_WORK REQUIRED:_ What is the count of lines in the records that include "other"? Reply with that number alone.

━━━━━ RECORDS SUPPLIED ━━━━━

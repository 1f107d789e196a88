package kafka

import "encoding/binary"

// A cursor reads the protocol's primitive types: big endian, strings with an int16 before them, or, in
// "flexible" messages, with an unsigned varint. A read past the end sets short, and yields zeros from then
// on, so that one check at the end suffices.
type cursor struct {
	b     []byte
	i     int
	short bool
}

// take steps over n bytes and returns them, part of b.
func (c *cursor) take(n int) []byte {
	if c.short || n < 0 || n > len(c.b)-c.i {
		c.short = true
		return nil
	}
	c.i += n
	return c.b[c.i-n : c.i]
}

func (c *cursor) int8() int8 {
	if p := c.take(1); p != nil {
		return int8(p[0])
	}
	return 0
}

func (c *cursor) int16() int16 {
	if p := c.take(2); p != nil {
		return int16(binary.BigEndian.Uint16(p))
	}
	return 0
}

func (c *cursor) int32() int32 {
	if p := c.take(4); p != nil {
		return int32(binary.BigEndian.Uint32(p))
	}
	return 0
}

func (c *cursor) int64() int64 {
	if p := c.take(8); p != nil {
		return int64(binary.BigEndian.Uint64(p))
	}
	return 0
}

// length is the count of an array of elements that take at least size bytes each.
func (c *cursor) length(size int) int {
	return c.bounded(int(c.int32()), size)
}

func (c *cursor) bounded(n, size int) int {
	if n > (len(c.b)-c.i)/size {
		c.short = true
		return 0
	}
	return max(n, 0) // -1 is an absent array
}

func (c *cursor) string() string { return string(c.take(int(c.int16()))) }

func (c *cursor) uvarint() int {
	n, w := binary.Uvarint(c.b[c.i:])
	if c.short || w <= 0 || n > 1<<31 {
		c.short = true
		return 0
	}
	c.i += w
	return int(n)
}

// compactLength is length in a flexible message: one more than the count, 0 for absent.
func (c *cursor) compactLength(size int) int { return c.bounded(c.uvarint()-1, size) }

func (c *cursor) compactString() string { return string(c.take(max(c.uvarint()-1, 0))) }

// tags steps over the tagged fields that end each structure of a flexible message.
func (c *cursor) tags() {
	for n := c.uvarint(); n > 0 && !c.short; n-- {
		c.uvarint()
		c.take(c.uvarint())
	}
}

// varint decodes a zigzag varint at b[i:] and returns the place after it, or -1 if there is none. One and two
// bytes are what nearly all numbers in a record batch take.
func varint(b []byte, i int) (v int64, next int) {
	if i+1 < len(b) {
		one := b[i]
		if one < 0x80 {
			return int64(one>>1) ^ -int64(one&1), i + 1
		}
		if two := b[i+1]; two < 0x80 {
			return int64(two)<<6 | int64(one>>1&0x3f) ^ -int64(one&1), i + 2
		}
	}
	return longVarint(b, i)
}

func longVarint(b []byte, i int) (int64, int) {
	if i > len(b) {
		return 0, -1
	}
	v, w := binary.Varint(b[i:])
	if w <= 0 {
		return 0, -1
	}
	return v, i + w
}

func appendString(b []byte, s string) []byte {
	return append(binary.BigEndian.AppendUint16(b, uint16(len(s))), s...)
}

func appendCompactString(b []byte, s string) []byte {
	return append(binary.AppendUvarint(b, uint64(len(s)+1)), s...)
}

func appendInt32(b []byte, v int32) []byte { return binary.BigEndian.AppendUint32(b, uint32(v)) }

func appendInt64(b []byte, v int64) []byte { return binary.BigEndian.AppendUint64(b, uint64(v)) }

━━━━━
━━━━━ RECORDS SUPPLIED ━━━━━

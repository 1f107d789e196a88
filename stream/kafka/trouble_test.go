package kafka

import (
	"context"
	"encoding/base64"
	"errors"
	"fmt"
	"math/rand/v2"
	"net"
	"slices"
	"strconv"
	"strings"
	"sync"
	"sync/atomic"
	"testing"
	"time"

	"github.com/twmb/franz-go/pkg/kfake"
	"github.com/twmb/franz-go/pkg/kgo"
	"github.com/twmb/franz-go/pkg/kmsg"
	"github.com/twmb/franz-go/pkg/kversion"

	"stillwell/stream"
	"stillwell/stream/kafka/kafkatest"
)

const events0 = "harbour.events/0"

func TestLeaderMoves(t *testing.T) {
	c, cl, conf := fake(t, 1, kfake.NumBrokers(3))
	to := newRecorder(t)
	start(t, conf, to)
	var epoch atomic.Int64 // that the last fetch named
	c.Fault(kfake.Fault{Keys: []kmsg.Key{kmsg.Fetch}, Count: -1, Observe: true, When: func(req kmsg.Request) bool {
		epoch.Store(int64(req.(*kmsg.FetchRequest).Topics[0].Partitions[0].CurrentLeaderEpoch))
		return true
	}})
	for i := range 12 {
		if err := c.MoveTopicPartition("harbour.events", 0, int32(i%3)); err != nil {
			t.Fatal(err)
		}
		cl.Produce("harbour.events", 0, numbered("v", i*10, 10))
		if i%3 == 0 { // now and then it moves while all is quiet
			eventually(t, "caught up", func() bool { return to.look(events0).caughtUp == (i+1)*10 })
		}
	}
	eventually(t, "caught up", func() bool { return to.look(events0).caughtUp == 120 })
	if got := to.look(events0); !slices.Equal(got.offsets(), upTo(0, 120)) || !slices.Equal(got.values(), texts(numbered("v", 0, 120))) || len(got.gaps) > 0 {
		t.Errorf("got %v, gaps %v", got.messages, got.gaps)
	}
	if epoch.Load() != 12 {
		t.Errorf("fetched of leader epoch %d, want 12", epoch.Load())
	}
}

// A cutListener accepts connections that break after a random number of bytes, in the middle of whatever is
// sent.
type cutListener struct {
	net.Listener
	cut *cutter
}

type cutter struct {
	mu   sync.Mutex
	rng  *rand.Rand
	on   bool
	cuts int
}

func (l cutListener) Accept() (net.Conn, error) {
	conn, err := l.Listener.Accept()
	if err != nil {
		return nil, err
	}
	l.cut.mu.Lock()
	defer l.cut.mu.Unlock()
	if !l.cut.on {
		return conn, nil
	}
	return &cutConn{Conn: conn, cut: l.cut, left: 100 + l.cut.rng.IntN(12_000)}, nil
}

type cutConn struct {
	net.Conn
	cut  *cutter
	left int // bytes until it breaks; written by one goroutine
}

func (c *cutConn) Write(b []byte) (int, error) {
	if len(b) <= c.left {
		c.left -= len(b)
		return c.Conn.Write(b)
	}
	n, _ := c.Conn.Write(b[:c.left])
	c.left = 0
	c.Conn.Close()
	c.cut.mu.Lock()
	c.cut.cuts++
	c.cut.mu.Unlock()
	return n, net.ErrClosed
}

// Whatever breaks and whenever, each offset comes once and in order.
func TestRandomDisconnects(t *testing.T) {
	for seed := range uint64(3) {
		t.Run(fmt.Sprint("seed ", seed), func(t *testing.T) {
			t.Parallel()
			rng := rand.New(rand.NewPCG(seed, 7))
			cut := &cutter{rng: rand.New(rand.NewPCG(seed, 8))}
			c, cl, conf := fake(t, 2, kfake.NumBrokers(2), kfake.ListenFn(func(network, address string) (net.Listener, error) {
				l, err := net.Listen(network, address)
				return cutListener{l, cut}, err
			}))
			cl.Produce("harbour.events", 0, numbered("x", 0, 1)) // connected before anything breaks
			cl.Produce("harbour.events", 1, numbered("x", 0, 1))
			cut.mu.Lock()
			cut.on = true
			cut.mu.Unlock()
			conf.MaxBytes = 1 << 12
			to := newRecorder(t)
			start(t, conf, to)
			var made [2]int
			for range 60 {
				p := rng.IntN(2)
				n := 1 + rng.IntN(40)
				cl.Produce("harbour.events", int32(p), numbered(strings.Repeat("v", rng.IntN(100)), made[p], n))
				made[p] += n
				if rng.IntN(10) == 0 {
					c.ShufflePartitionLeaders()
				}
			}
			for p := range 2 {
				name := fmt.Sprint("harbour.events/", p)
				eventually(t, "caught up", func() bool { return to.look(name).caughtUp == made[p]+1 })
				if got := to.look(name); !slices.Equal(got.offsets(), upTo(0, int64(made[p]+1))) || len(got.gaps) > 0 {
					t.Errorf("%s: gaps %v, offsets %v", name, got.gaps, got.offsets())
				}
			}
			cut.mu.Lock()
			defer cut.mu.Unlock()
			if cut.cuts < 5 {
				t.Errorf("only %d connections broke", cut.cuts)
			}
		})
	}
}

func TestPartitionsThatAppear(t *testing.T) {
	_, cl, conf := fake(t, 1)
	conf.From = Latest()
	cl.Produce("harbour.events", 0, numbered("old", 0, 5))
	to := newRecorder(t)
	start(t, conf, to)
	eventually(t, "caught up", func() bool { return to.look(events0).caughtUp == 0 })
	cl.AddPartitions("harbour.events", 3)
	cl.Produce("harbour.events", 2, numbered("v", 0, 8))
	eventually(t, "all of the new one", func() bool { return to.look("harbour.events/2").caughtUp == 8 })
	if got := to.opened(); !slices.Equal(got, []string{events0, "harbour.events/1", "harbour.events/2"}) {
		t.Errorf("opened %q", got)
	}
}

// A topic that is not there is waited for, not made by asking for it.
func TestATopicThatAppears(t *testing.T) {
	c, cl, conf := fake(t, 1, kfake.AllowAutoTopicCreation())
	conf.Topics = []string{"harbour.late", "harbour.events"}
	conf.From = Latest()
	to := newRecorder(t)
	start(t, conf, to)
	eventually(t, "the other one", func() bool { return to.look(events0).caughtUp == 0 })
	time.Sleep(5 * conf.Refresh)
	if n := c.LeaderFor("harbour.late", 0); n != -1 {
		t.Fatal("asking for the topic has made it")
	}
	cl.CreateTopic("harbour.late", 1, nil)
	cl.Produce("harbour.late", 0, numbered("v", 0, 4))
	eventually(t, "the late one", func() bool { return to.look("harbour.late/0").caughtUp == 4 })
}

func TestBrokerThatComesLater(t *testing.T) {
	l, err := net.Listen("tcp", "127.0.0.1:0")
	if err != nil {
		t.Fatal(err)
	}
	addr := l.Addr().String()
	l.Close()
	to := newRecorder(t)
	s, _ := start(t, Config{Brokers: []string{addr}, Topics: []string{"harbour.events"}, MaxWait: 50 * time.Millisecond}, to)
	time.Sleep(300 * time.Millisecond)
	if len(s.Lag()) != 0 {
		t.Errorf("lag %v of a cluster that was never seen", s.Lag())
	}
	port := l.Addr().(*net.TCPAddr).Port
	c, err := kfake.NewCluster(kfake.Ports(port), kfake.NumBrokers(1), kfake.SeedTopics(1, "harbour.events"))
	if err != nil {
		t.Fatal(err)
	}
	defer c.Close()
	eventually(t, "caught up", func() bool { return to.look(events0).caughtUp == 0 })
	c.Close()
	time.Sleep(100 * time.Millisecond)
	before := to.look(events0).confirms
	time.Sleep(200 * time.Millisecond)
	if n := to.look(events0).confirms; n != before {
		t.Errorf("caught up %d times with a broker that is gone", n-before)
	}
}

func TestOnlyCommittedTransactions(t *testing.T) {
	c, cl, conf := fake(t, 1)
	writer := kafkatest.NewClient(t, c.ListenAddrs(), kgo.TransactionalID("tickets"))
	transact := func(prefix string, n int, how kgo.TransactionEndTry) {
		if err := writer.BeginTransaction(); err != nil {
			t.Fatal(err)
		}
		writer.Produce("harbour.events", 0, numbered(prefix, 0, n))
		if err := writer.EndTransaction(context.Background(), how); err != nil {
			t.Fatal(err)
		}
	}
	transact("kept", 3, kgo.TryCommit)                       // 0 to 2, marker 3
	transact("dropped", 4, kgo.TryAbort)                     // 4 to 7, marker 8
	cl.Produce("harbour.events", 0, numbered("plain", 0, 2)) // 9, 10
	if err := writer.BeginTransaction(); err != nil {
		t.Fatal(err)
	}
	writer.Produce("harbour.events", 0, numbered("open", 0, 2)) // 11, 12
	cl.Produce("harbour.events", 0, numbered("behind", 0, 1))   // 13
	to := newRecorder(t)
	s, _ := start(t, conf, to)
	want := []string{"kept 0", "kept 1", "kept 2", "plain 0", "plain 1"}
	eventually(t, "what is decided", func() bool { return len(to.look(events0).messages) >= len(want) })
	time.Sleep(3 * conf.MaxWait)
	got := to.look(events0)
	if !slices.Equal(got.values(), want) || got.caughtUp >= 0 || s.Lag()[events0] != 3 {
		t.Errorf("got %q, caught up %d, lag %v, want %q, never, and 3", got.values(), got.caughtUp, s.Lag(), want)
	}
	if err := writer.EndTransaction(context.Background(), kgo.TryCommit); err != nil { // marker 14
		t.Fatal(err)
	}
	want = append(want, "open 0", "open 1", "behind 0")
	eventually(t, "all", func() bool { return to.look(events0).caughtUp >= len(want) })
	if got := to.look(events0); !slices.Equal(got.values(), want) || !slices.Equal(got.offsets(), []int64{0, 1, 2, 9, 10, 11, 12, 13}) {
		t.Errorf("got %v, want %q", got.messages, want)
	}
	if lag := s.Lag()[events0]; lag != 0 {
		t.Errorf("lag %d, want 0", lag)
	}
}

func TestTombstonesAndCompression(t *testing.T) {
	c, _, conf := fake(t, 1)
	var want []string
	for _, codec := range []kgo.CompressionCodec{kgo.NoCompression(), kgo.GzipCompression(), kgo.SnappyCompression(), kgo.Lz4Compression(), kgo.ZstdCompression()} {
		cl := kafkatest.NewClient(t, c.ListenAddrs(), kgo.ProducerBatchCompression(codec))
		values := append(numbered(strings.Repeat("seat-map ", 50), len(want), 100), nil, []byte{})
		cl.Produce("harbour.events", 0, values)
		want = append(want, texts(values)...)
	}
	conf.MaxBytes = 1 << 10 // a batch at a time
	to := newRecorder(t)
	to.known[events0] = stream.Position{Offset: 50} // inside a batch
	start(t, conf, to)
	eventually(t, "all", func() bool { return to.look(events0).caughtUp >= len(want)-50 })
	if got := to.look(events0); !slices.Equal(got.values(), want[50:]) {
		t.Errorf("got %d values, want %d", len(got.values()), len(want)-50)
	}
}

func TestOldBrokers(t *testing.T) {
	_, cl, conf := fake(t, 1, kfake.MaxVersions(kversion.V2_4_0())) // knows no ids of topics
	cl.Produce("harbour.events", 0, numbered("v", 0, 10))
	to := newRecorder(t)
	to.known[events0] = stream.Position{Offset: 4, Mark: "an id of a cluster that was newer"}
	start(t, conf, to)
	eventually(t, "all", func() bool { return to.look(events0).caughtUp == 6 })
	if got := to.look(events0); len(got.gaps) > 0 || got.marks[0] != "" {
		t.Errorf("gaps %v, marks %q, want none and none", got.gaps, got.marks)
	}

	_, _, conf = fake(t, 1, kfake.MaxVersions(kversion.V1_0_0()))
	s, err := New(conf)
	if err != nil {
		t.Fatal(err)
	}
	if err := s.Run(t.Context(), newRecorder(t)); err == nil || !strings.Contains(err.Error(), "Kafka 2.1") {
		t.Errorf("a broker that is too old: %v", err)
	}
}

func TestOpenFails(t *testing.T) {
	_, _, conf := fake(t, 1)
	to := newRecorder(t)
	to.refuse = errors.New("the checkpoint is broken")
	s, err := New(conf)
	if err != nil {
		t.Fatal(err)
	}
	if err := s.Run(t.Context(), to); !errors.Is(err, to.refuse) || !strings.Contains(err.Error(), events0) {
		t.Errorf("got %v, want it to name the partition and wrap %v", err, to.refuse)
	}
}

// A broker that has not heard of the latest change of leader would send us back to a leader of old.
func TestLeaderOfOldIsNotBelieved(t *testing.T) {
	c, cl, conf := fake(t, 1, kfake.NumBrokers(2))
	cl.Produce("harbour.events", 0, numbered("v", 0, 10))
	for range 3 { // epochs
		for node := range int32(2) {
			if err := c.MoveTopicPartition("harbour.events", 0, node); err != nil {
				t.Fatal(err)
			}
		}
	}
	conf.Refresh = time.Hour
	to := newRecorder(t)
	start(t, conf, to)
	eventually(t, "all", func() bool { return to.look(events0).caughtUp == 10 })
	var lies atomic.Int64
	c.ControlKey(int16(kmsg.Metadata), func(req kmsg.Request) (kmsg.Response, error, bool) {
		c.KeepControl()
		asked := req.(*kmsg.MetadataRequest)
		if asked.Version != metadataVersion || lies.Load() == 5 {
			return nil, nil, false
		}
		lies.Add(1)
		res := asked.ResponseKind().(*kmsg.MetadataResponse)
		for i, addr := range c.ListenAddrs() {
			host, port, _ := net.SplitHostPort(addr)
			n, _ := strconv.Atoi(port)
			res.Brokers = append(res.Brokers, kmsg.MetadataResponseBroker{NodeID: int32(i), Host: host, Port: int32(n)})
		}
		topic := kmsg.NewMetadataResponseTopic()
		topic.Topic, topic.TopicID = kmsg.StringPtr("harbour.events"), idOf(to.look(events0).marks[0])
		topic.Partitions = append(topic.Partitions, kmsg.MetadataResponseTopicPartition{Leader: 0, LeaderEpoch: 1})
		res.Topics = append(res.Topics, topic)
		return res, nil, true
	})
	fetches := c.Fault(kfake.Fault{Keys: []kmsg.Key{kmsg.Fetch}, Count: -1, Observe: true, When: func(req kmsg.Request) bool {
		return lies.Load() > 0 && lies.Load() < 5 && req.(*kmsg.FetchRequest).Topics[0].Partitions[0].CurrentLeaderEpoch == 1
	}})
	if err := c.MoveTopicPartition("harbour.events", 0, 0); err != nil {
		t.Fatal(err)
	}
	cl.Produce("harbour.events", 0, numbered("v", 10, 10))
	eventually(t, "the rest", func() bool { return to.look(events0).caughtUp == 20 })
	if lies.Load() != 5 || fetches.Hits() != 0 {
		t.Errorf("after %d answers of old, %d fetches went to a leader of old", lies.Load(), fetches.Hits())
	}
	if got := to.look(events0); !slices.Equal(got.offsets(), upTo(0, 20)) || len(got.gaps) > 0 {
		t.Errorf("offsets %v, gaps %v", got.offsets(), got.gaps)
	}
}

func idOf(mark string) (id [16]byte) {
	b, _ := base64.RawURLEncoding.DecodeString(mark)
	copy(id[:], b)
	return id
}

━━━━━
━━━━━ RECORDS SUPPLIED ━━━━━

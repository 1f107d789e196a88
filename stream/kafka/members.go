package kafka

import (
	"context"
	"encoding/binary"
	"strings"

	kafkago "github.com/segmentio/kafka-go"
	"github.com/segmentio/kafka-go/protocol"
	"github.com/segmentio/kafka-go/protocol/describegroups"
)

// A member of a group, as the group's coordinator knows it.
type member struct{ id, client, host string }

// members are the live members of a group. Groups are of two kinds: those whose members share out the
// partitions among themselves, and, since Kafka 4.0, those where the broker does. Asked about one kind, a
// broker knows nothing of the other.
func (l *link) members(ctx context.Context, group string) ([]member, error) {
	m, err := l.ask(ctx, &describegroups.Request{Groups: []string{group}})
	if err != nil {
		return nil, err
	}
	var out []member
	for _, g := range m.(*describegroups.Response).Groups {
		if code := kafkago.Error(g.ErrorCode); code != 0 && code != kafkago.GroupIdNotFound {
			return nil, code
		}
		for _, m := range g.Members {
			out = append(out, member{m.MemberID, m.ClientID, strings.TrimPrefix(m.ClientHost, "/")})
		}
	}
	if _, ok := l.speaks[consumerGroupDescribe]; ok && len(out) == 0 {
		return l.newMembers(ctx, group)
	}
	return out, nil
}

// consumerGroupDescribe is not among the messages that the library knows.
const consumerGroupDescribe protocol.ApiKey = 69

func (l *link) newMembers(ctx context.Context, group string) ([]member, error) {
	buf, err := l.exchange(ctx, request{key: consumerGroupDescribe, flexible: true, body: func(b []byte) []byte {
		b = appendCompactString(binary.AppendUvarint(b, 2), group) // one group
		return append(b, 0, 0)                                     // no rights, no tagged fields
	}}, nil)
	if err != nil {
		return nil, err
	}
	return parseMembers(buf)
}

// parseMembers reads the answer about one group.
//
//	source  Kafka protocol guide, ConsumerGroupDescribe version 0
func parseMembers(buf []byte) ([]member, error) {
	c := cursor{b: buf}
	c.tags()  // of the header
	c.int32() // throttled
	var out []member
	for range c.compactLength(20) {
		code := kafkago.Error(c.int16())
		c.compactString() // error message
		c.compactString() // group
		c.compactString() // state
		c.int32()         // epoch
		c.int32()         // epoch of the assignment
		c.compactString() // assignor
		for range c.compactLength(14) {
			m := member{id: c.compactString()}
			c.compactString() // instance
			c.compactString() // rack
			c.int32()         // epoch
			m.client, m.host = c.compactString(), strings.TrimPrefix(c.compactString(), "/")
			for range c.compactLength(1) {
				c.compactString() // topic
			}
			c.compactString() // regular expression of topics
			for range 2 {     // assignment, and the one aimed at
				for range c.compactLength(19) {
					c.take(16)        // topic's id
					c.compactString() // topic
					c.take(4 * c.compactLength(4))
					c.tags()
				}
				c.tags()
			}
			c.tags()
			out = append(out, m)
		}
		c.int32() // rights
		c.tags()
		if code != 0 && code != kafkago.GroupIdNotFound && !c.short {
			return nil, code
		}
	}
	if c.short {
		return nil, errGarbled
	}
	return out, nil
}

━━━━━

_RESPONSE TO THE EXERCISE:_ 2